Kloepfel Consulting hat branchenübergreifend Unternehmen in einer Blitzumfrage zu ihrer Sichtweise der Energiekrise befragt.

Bild: iStock, Chitraporn Nakorn

Blitzumfrage zur drohenden Energieknappheit Energiekrise: Wie hoch werden die Produktionsausfälle?

19.07.2022

Die auf Lieferketten spezialisierte Unternehmensberatung Kloepfel Consulting hat vom 04. Juli 2022 bis zum 12. Juli 2022 branchenübergreifend 119 Unternehmen online zur drohenden Energiekrise befragt.

Wie blicken die Unternehmen auf die Energiekrise? Kloepfel Consulting hat dazu eine Blitzumfrage gemacht.

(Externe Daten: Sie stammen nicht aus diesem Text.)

import { describe, expect, it } from "vitest";
import { parseText, wallLabels } from "./helpers.ts";

const HOUR = 3600000;

describe("parseIntervalStream — DST (America/New_York, 15 U.S.C. 260a: 2024-03-10 and 2024-11-03 at 02:00)", () => {
  it("spring-forward day: 96 wall labels → 92 intervals, the 02:xx labels rejected with a hint", async () => {
    const text = ["meter_id,timestamp,value", ...wallLabels("2024-03-10").map((t) => `M1,${t},1`)].join("\n");
    const { rows, result } = await parseText(text);
    // references.md (15 U.S.C. 260a): the March day has 92 fifteen-minute intervals.
    expect(rows.length).toBe(92);
    expect(result.report.rowsRead).toBe(96);
    expect(result.report.rowsRejected).toBe(4);
    const bad = result.issues.find((i) => i.message.includes("2024-03-10T02:30"));
    expect(bad).toMatchObject({ severity: "error", file: "data/x/intervals/a.csv", line: 12, column: 2 });
    expect(bad?.hint).toBeTruthy();
    // 00:00 EST = 05:00Z; 23:45 EDT = 03:45Z next day (hand-computed from the offsets −5 h / −4 h).
    expect(rows[0].instantMs).toBe(Date.UTC(2024, 2, 10, 5, 0));
    expect(rows[91].instantMs).toBe(Date.UTC(2024, 2, 11, 3, 45));
    // 01:45 EST → 06:45Z, then 03:00 EDT → 07:00Z: consecutive instants.
    const i0145 = rows.findIndex((r) => r.line === 9);
    expect(rows[i0145 + 1].instantMs - rows[i0145].instantMs).toBe(15 * 60000);
  });

  it("fall-back day: 01:00–01:45 written twice are two distinct hours → 100 intervals", async () => {
    const labels = wallLabels("2024-11-03");
    const repeated = ["2024-11-03T01:00", "2024-11-03T01:15", "2024-11-03T01:30", "2024-11-03T01:45"];
    const idx = labels.indexOf("2024-11-03T02:00");
    const all = [...labels.slice(0, idx), ...repeated, ...labels.slice(idx)];
    const text = ["meter_id,timestamp,value", ...all.map((t) => `M1,${t},1`)].join("\n");
    const { rows, result } = await parseText(text);
    // references.md: the November day has 100 fifteen-minute intervals.
    expect(rows.length).toBe(100);
    expect(result.report.rowsRejected).toBe(0);
    const instants = rows.map((r) => r.instantMs);
    expect(new Set(instants).size).toBe(100);
    for (let k = 1; k < instants.length; k++) expect(instants[k] - instants[k - 1]).toBe(15 * 60000);
    // First 01:00 is EDT (05:00Z), the second EST (06:00Z) — hand-computed.
    expect(instants[4]).toBe(Date.UTC(2024, 10, 3, 5, 0));
    expect(instants[8]).toBe(Date.UTC(2024, 10, 3, 6, 0));
    expect(instants[99] - instants[0]).toBe(25 * HOUR - 15 * 60000);
  });

  it("a wall time repeated in a row within the repeated hour is the later instant", async () => {
    const text = "meter_id,timestamp,value\nM1,2024-11-03T01:30,1\nM1,2024-11-03T01:30,2\n";
    const { rows } = await parseText(text);
    expect(rows.map((r) => r.instantMs)).toEqual([Date.UTC(2024, 10, 3, 5, 30), Date.UTC(2024, 10, 3, 6, 30)]);
  });

  it("timestamps with an offset are exact, whatever the zone", async () => {
    const text = "meter_id,timestamp,value\nM1,2024-03-10T02:30:00-05:00,1\nM1,2024-03-10T07:45Z,2\nM1,2024-03-10T03:00+0100,3\n";
    const { rows, result } = await parseText(text);
    expect(result.report.rowsRejected).toBe(0);
    expect(rows.map((r) => r.instantMs)).toEqual([Date.UTC(2024, 2, 10, 7, 30), Date.UTC(2024, 2, 10, 7, 45), Date.UTC(2024, 2, 10, 2, 0)]);
  });
});

describe("parseIntervalStream — layout and strict validation", () => {
  it("reads columns in any order and case, with a BOM, CRLF and interval_minutes", async () => {
    const text = "\uFEFFValue,Interval_Minutes,TIMESTAMP,Meter_Id\r\n1.5,15,2024-01-01T00:00Z,M1\r\n2.25,,2024-01-01T00:15Z,M1\r\n";
    const { rows, result } = await parseText(text);
    expect(result.issues).toEqual([]);
    expect(rows).toEqual([
      { meterId: "M1", instantMs: Date.UTC(2024, 0, 1), value: 1.5, line: 2, minutes: 15 },
      { meterId: "M1", instantMs: Date.UTC(2024, 0, 1, 0, 15), value: 2.25, line: 3, minutes: Number.NaN },
    ]);
  });

  it("rejects each bad row at file:line:column with a hint and keeps the rest", async () => {
    const text = [
      "meter_id,timestamp,value",
      "M1,2024-01-01T00:00,1", // ok (line 2)
      "M1,2024-01-01T00:15,\"1,234\"", // thousands separator (line 3)
      "M1,2024-01-01T00:30,12abc", // text in a number (line 4)
      "M1,2024-02-30T00:45,1", // not a real day (line 5)
      "M1,01/01/2024 01:00,1", // not ISO (line 6)
      "M1,2024-01-01T01:15,$12", // currency (line 7)
      "M1,2024-01-01T01:30,NaN", // NaN (line 8)
      "M1,2024-01-01T01:45,", // empty value (line 9)
      "M1,2024-01-01T02:00,1,extra", // field count (line 10)
      "M1,2024-01-01T02:15,-0.5", // negative: kept here (line 11)
    ].join("\n");
    const { rows, result } = await parseText(text);
    expect(rows.map((r) => r.line)).toEqual([2, 11]);
    expect(rows[1].value).toBe(-0.5);
    expect(result.report).toMatchObject({ rowsRead: 10, rowsUsed: 2, rowsRejected: 8 });
    const at = (line: number) => result.issues.find((i) => i.line === line);
    expect(at(3)).toMatchObject({ column: 3, severity: "error" });
    expect(at(3)?.message).toMatch(/thousands separator/);
    expect(at(4)?.message).toMatch(/not a number/);
    expect(at(5)).toMatchObject({ column: 2 });
    expect(at(6)?.message).toMatch(/not an ISO 8601/);
    expect(at(7)?.message).toMatch(/currency/);
    expect(at(8)?.message).toMatch(/finite|not a number/);
    expect(at(9)?.message).toMatch(/empty/);
    expect(at(10)?.message).toMatch(/4 fields/);
    for (const i of result.issues) expect(i.hint).toBeTruthy();
  });

  it("rejects rows of a meter not in meters.csv, with one issue per meter", async () => {
    const text = "meter_id,timestamp,value\nX9,2024-01-01T00:00Z,1\nX9,2024-01-01T00:15Z,1\nM1,2024-01-01T00:00Z,1\n";
    const { rows, result } = await parseText(text, (id) => (id === "M1" ? "UTC" : null));
    expect(rows.length).toBe(1);
    expect(result.report).toMatchObject({ rowsRead: 3, rowsUsed: 1, rowsRejected: 2 });
    const unknown = result.issues.filter((i) => i.message.includes("X9"));
    expect(unknown).toHaveLength(1);
    expect(unknown[0]).toMatchObject({ line: 2, column: 1, severity: "error" });
  });

  it("warns once about unknown columns", async () => {
    const text = "meter_id,timestamp,value,quality,note\nM1,2024-01-01T00:00Z,1,A,x\nM1,2024-01-01T00:15Z,1,A,y\n";
    const { rows, result } = await parseText(text);
    expect(rows.length).toBe(2);
    const warnings = result.issues.filter((i) => i.severity === "warning");
    expect(warnings).toHaveLength(1);
    expect(warnings[0].message).toMatch(/quality, note/);
  });

  it("a missing required column skips the file with one error", async () => {
    const { rows, result } = await parseText("meter_id,time,value\nM1,2024-01-01T00:00Z,1\n");
    expect(rows).toEqual([]);
    expect(result.skipped).toBe(true);
    expect(result.issues[0].message).toMatch(/no timestamp column/);
  });

  it("handles quoted fields, including a quoted meter id with a comma", async () => {
    const text = 'meter_id,timestamp,value\n"M,1","2024-01-01T00:00Z","2.5"\n"M,1",2024-01-01T00:15Z,3\nM1,"2024-01-01T00:00Z,1\n';
    const { rows, result } = await parseText(text, () => "UTC");
    expect(rows.map((r) => [r.meterId, r.value])).toEqual([["M,1", 2.5], ["M,1", 3]]);
    expect(result.issues).toHaveLength(1);
    expect(result.issues[0]).toMatchObject({ line: 4 });
  });

  it("gives the same rows whatever the chunk size (lines split across chunks)", async () => {
    const text = ["meter_id,timestamp,value", ...wallLabels("2024-11-03").map((t, k) => `M${k % 3},${t},${k}.5`)].join("\n");
    const whole = await parseText(text, () => "America/Chicago");
    for (const size of [1, 7, 64]) {
      const split = await parseText(text, () => "America/Chicago", size);
      expect(split.rows).toEqual(whole.rows);
    }
  });

  it("reads numbers exactly as Number() does on valid text", async () => {
    // 15 significant digits (fast path) and 19 (slow path), within the 1e9 reading limit.
    const values = ["0.1", "123456.789", "-0.000001", "999999.999999999", "1e3", "123456789.0123456789", ".5", "7."];
    const text = ["meter_id,timestamp,value", ...values.map((v, k) => `M1,2024-01-01T00:${String(k).padStart(2, "0")}Z,${v}`)].join("\n");
    const { rows } = await parseText(text);
    expect(rows.map((r) => r.value)).toEqual(values.map(Number));
  });

  it("rejects readings beyond ±1e9 and timestamps outside 1900–2199 (src/ingest/limits.ts)", async () => {
    const text = ["meter_id,timestamp,value", "M1,2024-01-01T00:00Z,1000000001", "M1,2024-01-01T00:15Z,1e308", "M1,0001-01-01T00:00Z,1", "M1,2024-01-01T00:30Z,-1e9"].join("\n");
    const { rows, result } = await parseText(text);
    expect(rows.map((r) => r.value)).toEqual([-1e9]);
    expect(result.issues.map((i) => [i.line, i.column])).toEqual([[2, 3], [3, 3], [4, 2]]);
    expect(result.report).toMatchObject({ rowsRead: 4, rowsUsed: 1, rowsRejected: 3 });
  });
});

describe("parseIntervalStream — every line ending, at every chunk boundary (issue 16)", () => {
  it.each([["LF", "\n"], ["CRLF", "\r\n"], ["CR", "\r"]])("%s", async (_name, eol) => {
    const lines = ["meter_id,timestamp,value", "M1,2024-01-01T00:00Z,1", "M1,2024-01-01T00:15Z,2", "", "M1,2024-01-01T00:30Z,3"];
    for (const chunk of [1, 2, 3, 5, 64]) {
      const { rows, result } = await parseText(lines.join(eol) + eol, () => "UTC", chunk);
      expect(rows.map((r) => [r.line, r.value]), `chunk ${chunk}`).toEqual([[2, 1], [3, 2], [5, 3]]);
      expect(result.issues).toEqual([]);
    }
  });
  it("a meter id followed by a no-break space or zero-width space is the same meter", async () => {
    const { rows, result } = await parseText("meter_id,timestamp,value\nM1\u00A0,2024-01-01T00:00Z,1\n\u200BM1,2024-01-01T00:15Z,2\n\u00A0,2024-01-01T00:30Z,3\n", () => "UTC");
    expect(rows.map((r) => r.meterId)).toEqual(["M1", "M1"]);
    expect(result.issues.map((i) => [i.line, i.message])).toEqual([[4, "meter_id is empty"]]);
  });
});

42 Prozent finden Energiepolitik der Bundesregierung mittelmäßig

Als gut bis sehr gut beurteilt jeder vierte Befragte das Krisenmanagement der Bundesregierung einer im kommenden Winter drohenden Energiekrise. 42 Prozent finden das Krisenmanagement mittelmäßig. Jeder dritte befragte Teilnehmer gibt an, dass die Bundesregierung einen schlechten Job machen würde.

68 Prozent können sich nur teilweise auf Energiekrise vorbereiten

Jeder zehnte Teilnehmer dieser Blitzumfrage gibt an, sich auf eine drohenden Energiekrise vorbereiten zu können. 68 Prozent können dies nur teilweise und 22 Prozent wissen es nicht.

63 Prozent rechnen mit teilweisen Produktionsausfällen

32 Prozent der Befragten rechnen mit Produktionsausfällen. 63 Prozent schätzen, dass ihre Produktion teilweise ausfällt. Nur 5 Prozent sind sehr optimistisch und rechnen nicht damit, dass ihre Produktion ins Stocken gerät.

51 Prozent haben keinen Verantwortlichen mit Fachwissen für das Thema Energie

51 Prozent geben an, dass es in ihrem Unternehmen keinen Verantwortlichen mit Fachwissen für das Thema Energie gibt. 49 Prozent hingegen gibt es einen solchen Experten.

53 Prozent denken, dass Energie für die Verbraucher derzeit nicht rationiert werden sollte

Mehr als jeder dritte (37 Prozent) befragte Teilnehmer hält es für richtig, wenn Strom für die Verbraucher jetzt schon rationiert wird. Gut die Hälfte (53 Prozent) ist anderer Meinung und denkt, dass Strom für die Verbraucher derzeit nicht rationiert werden sollte. Jeder Zehnte enthält sich bei dieser Frage.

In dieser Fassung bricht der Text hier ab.